REQUIREMENT:
Go through the data and copy each line where the string "topology" appears.

⁂

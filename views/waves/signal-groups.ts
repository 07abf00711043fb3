/**
 * Which simulated signals go on which plot, and what each is called. Signals are named `<part>.i` /
 * `<part>.v` after the design's components, plus `sw.v` (switch node) and `out.v` (output); a plot is
 * drawn only for the signals a topology has (no coupling capacitor in a four-switch stage).
 */
import type { ComponentInfo } from '../../src/engine/types.ts';
import type { Trace } from '../plots/time-plot.tsx';

export interface SignalGroup {
  key: 'inductors' | 'switches' | 'nodes' | 'ripple' | 'output';
  title: string;
  quantity: string;
  unit: 'A' | 'V';
  traces: Trace[];
}

export type Signals = Record<string, ArrayLike<number>>;

/** Component name → what it does, from the topology's component list. */
export type Duties = ReadonlyMap<string, string>;

export function dutiesOf(components: readonly ComponentInfo[]): Duties {
  return new Map(components.map((c) => [c.name, c.duty]));
}

const byNumber = (a: string, b: string) => a.localeCompare(b, 'en', { numeric: true });

/** Signal names of one kind present in the result: `L1.i`, `L2.i` for /^L\d+$/ and `.i`. */
function present(signals: Signals, part: RegExp, suffix: '.i' | '.v'): string[] {
  return Object.keys(signals)
    .filter((k) => k.endsWith(suffix) && part.test(k.slice(0, -suffix.length)))
    .sort(byNumber);
}

/** A trace of a part's current or voltage, named in short ('i L1') and in words. */
export function partTrace(signals: Signals, name: string, duties: Duties): Trace {
  const [part, kind] = name.split('.');
  const duty = duties.get(part);
  const what = kind === 'i' ? 'current' : 'voltage';
  const words =
    part === 'sw'
      ? 'switch-node voltage to ground (the node Q1 shares with an inductor)'
      : part === 'out'
        ? 'output voltage'
        : `${part} ${what}${duty ? ` (${duty})` : ''}`;
  return { signal: name, tag: `${kind} ${part}`, words, values: signals[name] };
}

/** The signal minus its average: the output ripple as the eye sees it on an AC-coupled probe. */
export function withoutAverage(values: ArrayLike<number>, average: number): number[] {
  return Array.from(values, (v) => v - average);
}

/** Plots of the one-period steady state: inductor currents, switch/rectifier currents, nodes, ripple. */
export function steadyGroups(signals: Signals, outAverageV: number, duties: Duties): SignalGroup[] {
  const groups: SignalGroup[] = [];
  const inductors = present(signals, /^L\d+$/, '.i');
  if (inductors.length > 0) {
    groups.push({
      key: 'inductors',
      title: 'Inductor currents',
      quantity: 'Current',
      unit: 'A',
      traces: inductors.map((n) => partTrace(signals, n, duties)),
    });
  }
  const nodes = [...present(signals, /^sw\d*$/, '.v'), ...present(signals, /^(Cs|Cbus)$/, '.v')];
  if (nodes.length > 0) {
    groups.push({
      key: 'nodes',
      title: nodes.some((n) => n.startsWith('Cs')) ? 'Switch node and coupling capacitor' : 'Switch node',
      quantity: 'Voltage',
      unit: 'V',
      traces: nodes.map((n) => partTrace(signals, n, duties)),
    });
  }
  // Switches first, then rectifiers: the order the current hands over in.
  const semis = [...present(signals, /^Q\d+$/, '.i'), ...present(signals, /^D\d+$/, '.i')];
  if (semis.length > 0) {
    groups.push({
      key: 'switches',
      title: 'Switch and rectifier currents',
      quantity: 'Current',
      unit: 'A',
      traces: semis.map((n) => partTrace(signals, n, duties)),
    });
  }
  if (signals['out.v']) {
    groups.push({
      key: 'ripple',
      title: 'Output ripple',
      quantity: 'Ripple',
      unit: 'V',
      traces: [
        {
          signal: 'out.v',
          tag: 'ṽ out',
          words: 'output voltage minus its average (AC-coupled view)',
          values: withoutAverage(signals['out.v'], outAverageV),
        },
      ],
    });
  }
  return groups;
}

/** Plots of a transient: the output and coupling-capacitor voltages, then the inductor currents. */
export function transientGroups(signals: Signals, duties: Duties): SignalGroup[] {
  const groups: SignalGroup[] = [];
  const volts = [...(signals['out.v'] ? ['out.v'] : []), ...present(signals, /^(Cs|Cbus)$/, '.v')];
  if (volts.length > 0) {
    groups.push({
      key: 'output',
      title: volts.length > 1 ? 'Output and coupling-capacitor voltages' : 'Output voltage',
      quantity: 'Voltage',
      unit: 'V',
      traces: volts.map((n) => partTrace(signals, n, duties)),
    });
  }
  const inductors = present(signals, /^L\d+$/, '.i');
  if (inductors.length > 0) {
    groups.push({
      key: 'inductors',
      title: 'Inductor currents',
      quantity: 'Current',
      unit: 'A',
      traces: inductors.map((n) => partTrace(signals, n, duties)),
    });
  }
  return groups;
}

⁂

REPLY TO THE TASK:
 * drawn only for the signals a topology has (no coupling capacitor in a four-switch stage).
/** Component name → what it does, from the topology's component list. */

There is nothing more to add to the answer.